Sequence Diagram of Request

  • The domain is now tobrien.dev

CLI Tool #

Next, there needs to be a tool that could be used in a CI/CD Environment like Github Actions to handle uploading for us. I made a simple .NET CLI tool that could upload all of the files in a directory, and create a manifest. A simple API Key is used for authentication, stored in CouchDB as well.

Image of CLI

One other related problem that had to be solved was handling the SSL/TLS certs themselves. Let’s Encrypt (LE) has a rate limit of 5 certs per 24 hours per domain set. To work around this, I just made another simple .NET CLI tool, ran by cron, that would use XCHACHA20-Poly1035 to encrypt the private key and public certs from a single main machine, and other machines would download and decrypt. The encrypted files are stored in CouchDB, and the symmetric encryption key is stored in the file system. This brings us back down to the security level of trusting the file system, which we would be at if we could use Certbot/LE directly.

PowerDNS #

Another aspect of Cloudflare’s setup is DNS. For the fun of the challenge, I made a Remote backend for PowerDNS Authoritative DNS Server, using CouchDB and ASP.NET Core. Using Certbot’s custom auth and cleanup hooks and a simple bash script, Certbot can also work with this custom DNS Setup.

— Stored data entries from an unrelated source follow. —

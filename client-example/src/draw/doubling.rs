//! Does doubling double? Small plots of tension and movement over the load factor, beside the straight line.

use super::frame::{self, rule, ticks};
use super::{ALARM, INK, MUTED, Sketch};
use crate::escape::markup;
use crate::number::{clean, three};
use crate::run::{Growth, LoadPath, Run, State};

const WIDTH: f64 = 1200.0;
const COLUMNS: usize = 3;
const CELL: [f64; 2] = [378.0, 258.0];
const PLOT: [f64; 2] = [270.0, 160.0];
/// Ropes that are drawn beside the movement.
const ROPES: usize = 8;
const CURVE: &str = "#31688e";
const OTHER: &str = "#c2571a";

/// The plots of a case with a path.
pub(crate) fn doubling(run: &Run, state: &State, path: &LoadPath) -> String {
    let gamma = run.looked_at_factor();
    let mut sketch = Sketch::new();
    frame::head(
        &mut sketch,
        &format!("{} · {} · does doubling double?", run.title(), state.id),
        &[
            (format!("F: {}", state.in_words), MUTED),
            (
                "Load factor 0 and up against the largest movement and the largest tension of a rope; ropes with the largest \
                 departure from the straight line first. Dashed: straight line through no load and F."
                    .to_owned(),
                MUTED,
            ),
        ],
    );
    let mut plots: Vec<(String, &str, f64, &[f64], Growth)> = Vec::new();
    if let Some(growth) = path.movement(gamma) {
        plots.push(("largest movement".to_owned(), "mm", 1e3, &path.movements, growth));
    }
    for (cable, growth) in path.by_departure(gamma).into_iter().take(ROPES) {
        plots.push((run.cables[cable].clone(), "kN", 1e-3, &path.tensions[cable], growth));
    }
    for (number, (name, unit, scale, numbers, growth)) in plots.iter().enumerate() {
        #[allow(clippy::cast_precision_loss, reason = "a handful of plots")]
        let (column, row) = ((number % COLUMNS) as f64, (number / COLUMNS) as f64);
        let corner = [36.0 + column * CELL[0], 124.0 + row * CELL[1]];
        let values: Vec<f64> = numbers.iter().map(|value| value * scale).collect();
        plot(
            &mut sketch,
            corner,
            [name, unit],
            *scale,
            &path.factors,
            &values,
            *growth,
        );
    }
    #[allow(clippy::cast_precision_loss, reason = "a handful of plots")]
    let bottom = 124.0 + plots.len().div_ceil(COLUMNS).max(1) as f64 * CELL[1];
    frame::foot(&mut sketch, run, bottom + 8.0);
    sketch.finish(
        WIDTH,
        bottom + 26.0,
        &format!("{}, load path, {}", run.title(), state.id),
    )
}

fn plot(
    sketch: &mut Sketch,
    corner: [f64; 2],
    [name, unit]: [&str; 2],
    scale: f64,
    factors: &[f64],
    values: &[f64],
    growth: Growth,
) {
    let [left, top] = [corner[0] + 46.0, corner[1] + 24.0];
    let last = factors.last().copied().unwrap_or(1.0);
    let line_end = (growth.none + last * (growth.full - growth.none)) * scale;
    let on_effect = growth.on_effect() * scale;
    let high = values.iter().copied().fold(line_end.max(on_effect), f64::max).max(1e-9) * 1.06;
    let x = |factor: f64| left + factor / last * PLOT[0];
    let y = |value: f64| top + PLOT[1] * (1.0 - value.clamp(0.0, high) / high);

    sketch.put(format_args!(
        "<text x=\"{:.1}\" y=\"{:.1}\" font-weight=\"600\">{} <tspan font-weight=\"400\" fill=\"{MUTED}\">({unit})</tspan></text>",
        corner[0],
        corner[1] + 8.0,
        markup(&frame::short(name, 34))
    ));
    for tick in ticks(0.0, high, 4.0) {
        rule(sketch, [left, y(tick)], [left + PLOT[0], y(tick)]);
        sketch.put(format_args!(
            "<text x=\"{:.1}\" y=\"{:.1}\" text-anchor=\"end\" font-size=\"11\">{tick}</text>",
            left - 6.0,
            y(tick) + 4.0
        ));
    }
    for tick in ticks(0.0, last, 4.0) {
        sketch.put(format_args!(
            "<path d=\"M{:.1} {:.1}v4\" stroke=\"{MUTED}\"/><text x=\"{:.1}\" y=\"{:.1}\" text-anchor=\"middle\" font-size=\"11\">{tick}</text>",
            x(tick),
            top + PLOT[1],
            x(tick),
            top + PLOT[1] + 17.0
        ));
    }
    sketch.put(format_args!(
        "<path d=\"M{:.1} {:.1}L{:.1} {:.1}\" stroke=\"{MUTED}\" stroke-dasharray=\"5 4\"/>",
        x(0.0),
        y(growth.none * scale),
        x(last),
        y(line_end)
    ));
    let points = factors
        .iter()
        .zip(values)
        .map(|(factor, value)| format!("{:.1},{:.1}", x(*factor), y(*value)));
    sketch.put(format_args!(
        "<polyline points=\"{}\" fill=\"none\" stroke=\"{CURVE}\" stroke-width=\"2.2\"/>",
        points.collect::<Vec<_>>().join(" ")
    ));
    mark(sketch, growth, scale, [&x, &y]);
    let index = growth
        .index()
        .map_or(String::new(), |index| format!(", index {}", three(index)));
    let slack = growth
        .slack_from
        .map_or(String::new(), |factor| format!("; slack from {} F", three(factor)));
    sketch.put(format_args!(
        "<text x=\"{:.1}\" y=\"{:.1}\" font-size=\"12\"><tspan fill=\"{CURVE}\">● E(γF) {}</tspan> <tspan fill=\"{OTHER}\">◆ γE(F) {}</tspan>\
         <tspan fill=\"{}\">{index}{slack}</tspan></text>",
        corner[0],
        top + PLOT[1] + 38.0,
        three(growth.on_action * scale),
        three(on_effect),
        if growth.slack_from.is_some() { ALARM } else { INK }
    ));
}

/// The points that the two rules look at, with their numbers beside them for other programs.
fn mark(sketch: &mut Sketch, growth: Growth, scale: f64, [x, y]: [&dyn Fn(f64) -> f64; 2]) {
    let (on_action, on_effect) = (growth.on_action * scale, growth.on_effect() * scale);
    sketch.put(format_args!(
        "<circle cx=\"{:.1}\" cy=\"{:.1}\" r=\"3\" fill=\"{INK}\"><title>F: {}</title></circle>",
        x(1.0),
        y(growth.full * scale),
        three(growth.full * scale)
    ));
    sketch.put(format_args!(
        "<circle cx=\"{:.1}\" cy=\"{:.1}\" r=\"5\" fill=\"{CURVE}\" data-on-action=\"{}\"><title>factor {} on the action</title></circle>",
        x(growth.gamma),
        y(on_action),
        clean(on_action),
        three(growth.gamma)
    ));
    let (at, up) = (x(growth.gamma), y(on_effect));
    sketch.put(format_args!(
        "<path d=\"M{:.1} {up:.1}L{at:.1} {:.1}L{:.1} {up:.1}L{at:.1} {:.1}Z\" fill=\"{OTHER}\" data-on-effect=\"{}\"><title>factor {} on the effect</title></path>",
        at - 5.5,
        up - 5.5,
        at + 5.5,
        up + 5.5,
        clean(on_effect),
        three(growth.gamma)
    ));
}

Since I am self-hosting my own Authoritative DNS, I had to add glue records via my Registrar’s dashboard so they could be resolved, but other than that there were no issues with this setup. You can even name your nameservers whatever you want.

Setup #

I used small 1GB / 1 vCPU Virtual Private Servers for each of the 7 nodes in this cluster. They all run CouchDB, PowerDNS, Nginx, and the CouchDB Pages and CouchDB DNS apps. This setup uses ~600 MB of the available memory, which isn’t bad. I used loader.io by SendGrid to load test one of the nodes, and it could sustain around ~5000 requests/second without tripping loader.io’s timeout protection (6% timed out).

Monitoring #

I was surprised to see how many of these applications support Prometheus metrics out of the box. CouchDB has an endpoint for Prometheus at /_node/_local/_prometheus, PowerDNS has its own Prometheus endpoint via its built in web server, Prometheus-net exists with built-in support for ASP.NET, for nginx there is nginx-prometheus-exporter, and lastly there is Node Exporter for system metrics. I set up my Prometheus and Grafana stack on my main instance in New York from BuyVM, which I added an extra gigabyte of RAM for, and set all Prometheus data to be put on a 250GB Storage Slab.

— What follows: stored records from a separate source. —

//! Field by field: every number and name of a brief reaches its place in the domain.

use nalgebra::{DMatrix, Vector3};
use ropewalk_numerics::brief::CheckKind;
use ropewalk_numerics::check::{MovementLimit, PullLimits};
use ropewalk_numerics::equilibrium::LoadSteps;
use ropewalk_numerics::load::{Load, Scope};
use ropewalk_numerics::model::{CableId, NodeId, SegmentId, StrutId};
use ropewalk_numerics::shape::PrestressRule;
use serde_json::{Value, json};

use crate::briefs::{changed, first_net, reading, terrace, work};

fn segments(list: &[usize]) -> Scope {
    Scope::Segments(list.iter().copied().map(SegmentId::new).collect())
}

#[test]
fn sections_fittings_and_parts() {
    let work = work(&terrace());
    let net = &work.brief.net;
    // carrying: A-m by its role, m-C by its part; bracing twice; g1, g2; post.
    let sections: Vec<_> = net.segments().iter().map(|segment| segment.section).collect();
    assert_eq!(sections.len(), 7);
    assert_eq!(sections[0].axial_stiffness, 6.5e6);
    assert_eq!(sections[0].breaking_force, Some(0.8 * 82e3));
    assert_eq!(sections[1].axial_stiffness, 1.6e11 * 1.2e-4);
    assert_eq!(sections[1].breaking_force, Some(0.8 * 200e3));
    assert_eq!(sections[2].breaking_force, Some(82e3));
    // The role's fitting on the role's section, then on the cable's own section.
    assert_eq!(sections[4].breaking_force, Some(0.9 * 200e3));
    assert_eq!(sections[5].axial_stiffness, 6.5e6);
    assert_eq!(sections[5].breaking_force, Some(0.9 * 82e3));
    assert_eq!((sections[0].diameter, sections[1].diameter), (Some(0.010), None));
    assert_eq!(sections[0].proof_force, None);
    assert_eq!(sections[6].bending_stiffness, Some(1e6));
    assert_eq!(sections[6].axial_stiffness, 2.1e11 * 2e-3);
    assert_eq!(sections[6].mass_per_length, 15.7);
    assert_eq!(sections[6].breaking_force, None);
    assert_eq!(net.nodes()[0].attached_mass, 20.0);
}

#[test]
fn supports_springs_and_groups() {
    let work = work(&terrace());
    let net = &work.brief.net;
    let held = |id: usize| net.support_of(NodeId::new(id)).map(|support| support.held().len());
    // A is free; B is rigid; C stands in a support group, which takes the place of the rigid support; D is on a spring in z.
    assert_eq!([held(0), held(1), held(2), held(3)], [None, Some(3), Some(0), Some(2)]);
    let elastic = net.elastic_supports();
    assert_eq!(elastic.len(), 2);
    assert_eq!(elastic[0].nodes(), [NodeId::new(3)]);
    let mut spring = DMatrix::zeros(3, 3);
    spring[(2, 2)] = 2e7;
    assert_eq!(*elastic[0].stiffness(), spring);
    assert_eq!(elastic[1].nodes(), [NodeId::new(2)]);
    let wall = DMatrix::from_row_slice(3, 3, &[3e7, 1e6, 0.0, 1e6, 3e7, 0.0, 0.0, 0.0, 4e7]);
    assert_eq!(*elastic[1].stiffness(), wall);
}

#[test]
fn skew_springs_of_a_node_are_summed_and_free_directions_released() {
    let springs = json!([
        {"along": [3, 0, 4], "stiffness_n_per_m": 1e6},
        {"along": [0, 0, 5], "stiffness_n_per_m": 2e6}
    ]);
    let support = json!({"springs": springs, "free": [{"along": [0, 7, 0]}]});
    let work = work(&changed(terrace(), &[("/net/nodes/3/support", support)]));
    let net = &work.brief.net;
    let sum = net.elastic_supports()[0].stiffness();
    let expected = [[0.36e6, 0.0, 0.48e6], [0.0, 0.0, 0.0], [0.48e6, 0.0, 2.64e6]];
    for row in 0..3 {
        for column in 0..3 {
            assert!((sum[(row, column)] - expected[row][column]).abs() < 1e-6, "{sum}");
        }
    }
    assert_eq!(
        net.support_of(NodeId::new(3)).map(|support| support.held().len()),
        Some(0)
    );
}

#[test]
fn rules_and_their_narrowness() {
    let rules = |rules: Value| {
        let work = work(&changed(
            terrace(),
            &[
                ("/prestress/rules", rules),
                ("/net/groups/2/of", json!(["carrying", "bracing", "g1", "g2"])),
            ],
        ));
        (
            work.brief.prestress.rules.clone(),
            work.brief.prestress.mean_tensions.clone(),
        )
    };
    let balance = json!({"on": ["post"], "balance": {}});
    // Group, role, member and part: each narrower one wins.
    let (found, _) = rules(json!([
        {"parts": [{"cable": "carrying", "from": "m", "to": "C"}], "tension_n": 4},
        {"on": ["saddle"], "tension_n": 1}, {"on": ["rope"], "tension_n": 2}, {"on": ["carrying"], "tension_n": 3}, balance
    ]));
    let tension = PrestressRule::Tension;
    assert_eq!(
        found,
        [
            tension(3.0),
            tension(4.0),
            tension(2.0),
            tension(2.0),
            tension(1.0),
            tension(1.0),
            PrestressRule::Balance
        ]
    );
    // One family of a mean tension for each cable, also where a role names them.
    let (found, means) = rules(json!([
        {"on": ["rope"], "mean_tension_n": 20000}, {"on": ["g1"], "share_of_breaking": 0.1},
        {"on": ["g2"], "unstressed_length_m": 4.3}, balance
    ]));
    assert_eq!(means, [20000.0, 20000.0]);
    let mean = PrestressRule::MeanTension;
    assert_eq!(found[..4], [mean(0), mean(0), mean(1), mean(1)]);
    assert_eq!(found[4], tension(0.1 * (0.9 * 200e3)));
    assert_eq!(found[5], PrestressRule::UnstressedLength(4.3));
    // A strut may push.
    let (found, _) = rules(json!([
        {"on": ["saddle"], "tension_n": 1000}, {"on": ["post"], "force_density_n_per_m": -900}, {"on": ["g1"], "balance": {}}
    ]));
    assert_eq!(found[6], PrestressRule::ForceDensity(-900.0));
    let work = work(&terrace());
    assert_eq!(work.brief.prestress.hold, [NodeId::new(0)]);
    assert_eq!(work.brief.prestress.under, [0]);
}

#[test]
fn loads_of_every_kind() {
    let work = work(&terrace());
    let loads: Vec<&Load> = work.brief.actions.iter().flat_map(|action| &action.loads).collect();
    let down = |size: f64| Vector3::new(0.0, 0.0, -size);
    let expected = [
        Load::OwnWeight { gravity: down(9.81) },
        Load::Nodes {
            nodes: vec![NodeId::new(7)],
            force: down(5000.0),
        },
        Load::PerUnstressedLength {
            scope: segments(&[0, 1, 2, 3]),
            force: down(20.0),
        },
        Load::PerPlanLength {
            scope: segments(&[4, 5]),
            force: down(10.0),
        },
        Load::Temperature {
            scope: Scope::All,
            change: 35.0,
        },
        Load::SupportMovement {
            node: NodeId::new(2),
            by: down(0.01),
        },
        Load::PrestressShare {
            scope: segments(&[0, 1, 2, 3]),
            share: -0.1,
        },
    ];
    assert_eq!(loads.len(), expected.len());
    for (found, expected) in loads.iter().zip(&expected) {
        assert_eq!(*found, expected);
    }
}

#[test]
fn cases_checks_and_settings() {
    let work = work(&terrace());
    let brief = &work.brief;
    assert_eq!(brief.cases[1].factors, [(0, 1.35), (2, 1.5)]);
    assert_eq!(brief.cases[1].sets, ["winter"]);
    assert_eq!(brief.cases[0].load_steps, Some(LoadSteps::Equal(2)));
    assert_eq!(brief.cases[1].load_steps, None);
    assert_eq!(work.in_words(1), "1.35 self + 1.5 ice");
    assert_eq!(work.reference_in_words(), "prestress under 1 self");
    let [safety, slackness, movement, pull] = &brief.checks[..] else {
        panic!("four checks");
    };
    assert_eq!(safety.kind, CheckKind::Safety { factor: 2.2 });
    let cables = |ids: &[usize]| ids.iter().copied().map(CableId::new).collect::<Vec<_>>();
    let nodes = |ids: &[usize]| ids.iter().copied().map(NodeId::new).collect::<Vec<_>>();
    assert_eq!((&safety.cables, &safety.cases), (&cables(&[0, 1, 2, 3]), &vec![0, 1]));
    assert_eq!(safety.struts, Vec::<StrutId>::new());
    assert_eq!((&slackness.cables, &slackness.cases), (&cables(&[0, 1]), &vec![0, 2]));
    assert_eq!((&movement.nodes, &movement.cases), (&nodes(&[0, 7]), &vec![0, 1, 2]));
    let limit = MovementLimit::Length(0.2);
    assert_eq!(movement.kind, CheckKind::Movement { limit, from: None });
    // Groups within groups, in the order of their lists.
    assert_eq!((&pull.nodes, &pull.cases), (&nodes(&[1, 3, 2]), &vec![0, 1]));
    let limits = PullLimits {
        resultant: Some(60000.0),
        ..PullLimits::default()
    };
    assert_eq!(pull.kind, CheckKind::AnchorPull(limits));
    assert_eq!(brief.settings.tolerance, 1e-9);
    assert_eq!(brief.settings.max_iterations, 300);
    assert_eq!(brief.settings.load_steps, LoadSteps::FullFirst);
}

#[test]
fn a_negative_factor_reads_as_a_difference() {
    let work = work(&changed(
        terrace(),
        &[("/cases/1/factors", json!({"self": 1, "snow": -0.5}))],
    ));
    assert_eq!(work.in_words(1), "1 self - 0.5 snow");
}

#[test]
fn inherited_values_are_told() {
    let reading = reading(&terrace());
    let has = |path: &str, value: &str, origin: &str| {
        let found = (reading.resolved.iter())
            .any(|r| (r.path.as_str(), r.value.as_str(), r.origin.as_str()) == (path, value, origin));
        assert!(
            found,
            "{path} = {value} from {origin} is not among {:#?}",
            reading.resolved
        );
    };
    has("net.cables[bracing].section", "r10", "net.roles[rope].section");
    has("net.struts[post].section", "tube", "net.roles[mast].section");
    has(
        "net.cables[g2].end_fitting",
        "strength factor 0.9",
        "net.roles[guy].end_fitting",
    );
    has(
        "net.sections[tube].axial_stiffness_n",
        "4.2e8",
        "net.sections[tube].modulus_pa",
    );
    has("net.struts[post]", "balance", "prestress.rules[1]");
    has("checks[2].on", "all free nodes", "default");
    assert!(
        !reading.resolved.iter().any(|r| r.path == "net.cables[g2].section"),
        "its own section is not inherited"
    );
}

#[test]
fn a_ring_wraps_and_visits_count() {
    let ring = json!([{"id": "ring", "section": "r10", "nodes": ["A", "B", "C", "D", "A"],
        "parts": [{"from": "D", "to": "B", "section": "r8"}]}]);
    let changes = [
        ("/net/cables", ring),
        ("/net/sections/-", json!({"id": "r8", "axial_stiffness_n": 4e6})),
        ("/prestress/rules", json!([{"on": ["ring"], "tension_n": 1000}])),
        ("/actions", json!([])),
        ("/cases", json!([])),
    ];
    let work = work(&changed(first_net(), &changes));
    let stiffness = work
        .brief
        .net
        .segments()
        .iter()
        .map(|segment| segment.section.axial_stiffness);
    assert_eq!(stiffness.collect::<Vec<_>>(), [4e6, 6.5e6, 6.5e6, 4e6]);
}

#[test]
fn only_picks_sets_and_cases_in_brief_order() {
    let work = work(&terrace());
    let select = |only: &[&str]| {
        let only: Vec<String> = only.iter().map(|name| (*name).to_owned()).collect();
        work.select(&only).map(|selected| selected.cases).map_err(Box::new)
    };
    assert_eq!(select(&[]), Ok(vec![0, 1, 2]));
    assert_eq!(select(&["summer", "winter"]), Ok(vec![0, 1, 2]));
    assert_eq!(select(&["summer", "snowed"]), Ok(vec![0, 2]));
    assert_eq!(select(&["reference"]), Ok(vec![]));
    let error = select(&["service", "sumer"]).expect_err("no such case");
    assert_eq!((error.path.as_str(), error.id.as_str()), ("only[1]", "sumer"));
    assert!(error.message.contains("\"summer\""), "{}", error.message);
}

It’s easy to combine all of these metrics and get a nice overview dashboard, as well as more focused dashboards for each specific service.

I also used Datadog for remote monitoring of the website and the Authoritative DNS and Sentry for error reporting.

Overview dashboard
Bigger picture

Finishing Notes #

The Main server for handling new uploads/deployments and requests is open source at https://github.com/Tyler-OBrien/CouchDB-Pages

The PowerDNS Remote Backend for CouchDB is at https://github.com/Tyler-OBrien/PowerDNS-Authoritative-CouchDB-Backend

This website with automatic deployments via CouchDB Pages can be found at https://github.com/Tyler-OBrien/Personal-Website-CouchDB-Pages

Building this was fun, CouchDB is graceful with its setup and responses, and is fun to build around. Continuous Delivery/Integration can be set up quite easily with the CLI tool. This setup has a surprisingly small footprint. The only thing I worry about is the loss of one location causing regional issues that would be hard to verify, Datadog helps a bit with its many locations, but not entirely.

Update: tobrien.dev is now the home of this, instead of tobrien.me.